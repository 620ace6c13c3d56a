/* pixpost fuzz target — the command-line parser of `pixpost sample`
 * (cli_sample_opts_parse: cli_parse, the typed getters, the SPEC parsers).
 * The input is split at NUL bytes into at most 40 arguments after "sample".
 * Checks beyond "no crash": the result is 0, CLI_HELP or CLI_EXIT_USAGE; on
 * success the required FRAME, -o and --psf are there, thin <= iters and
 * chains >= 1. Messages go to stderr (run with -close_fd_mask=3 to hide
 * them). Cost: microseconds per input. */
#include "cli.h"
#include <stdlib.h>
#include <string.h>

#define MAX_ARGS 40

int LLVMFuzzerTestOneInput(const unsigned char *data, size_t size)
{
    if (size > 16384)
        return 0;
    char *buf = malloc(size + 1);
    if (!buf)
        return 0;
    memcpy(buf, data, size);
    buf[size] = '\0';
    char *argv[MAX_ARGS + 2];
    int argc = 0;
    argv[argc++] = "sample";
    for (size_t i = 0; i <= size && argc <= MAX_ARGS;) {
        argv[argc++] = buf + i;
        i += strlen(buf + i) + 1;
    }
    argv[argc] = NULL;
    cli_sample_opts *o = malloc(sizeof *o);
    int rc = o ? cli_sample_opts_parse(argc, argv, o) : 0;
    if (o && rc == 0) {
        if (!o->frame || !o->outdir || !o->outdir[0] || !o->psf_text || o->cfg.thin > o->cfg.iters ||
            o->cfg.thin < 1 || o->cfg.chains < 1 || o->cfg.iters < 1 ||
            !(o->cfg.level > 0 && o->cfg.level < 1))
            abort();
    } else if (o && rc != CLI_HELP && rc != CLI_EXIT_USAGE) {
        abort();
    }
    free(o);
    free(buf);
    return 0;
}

++++

◆ **Description of the task**
Each line of the records with the word "data" in it is to be copied.

◆ **Result for this task**
int LLVMFuzzerTestOneInput(const unsigned char *data, size_t size)
    memcpy(buf, data, size);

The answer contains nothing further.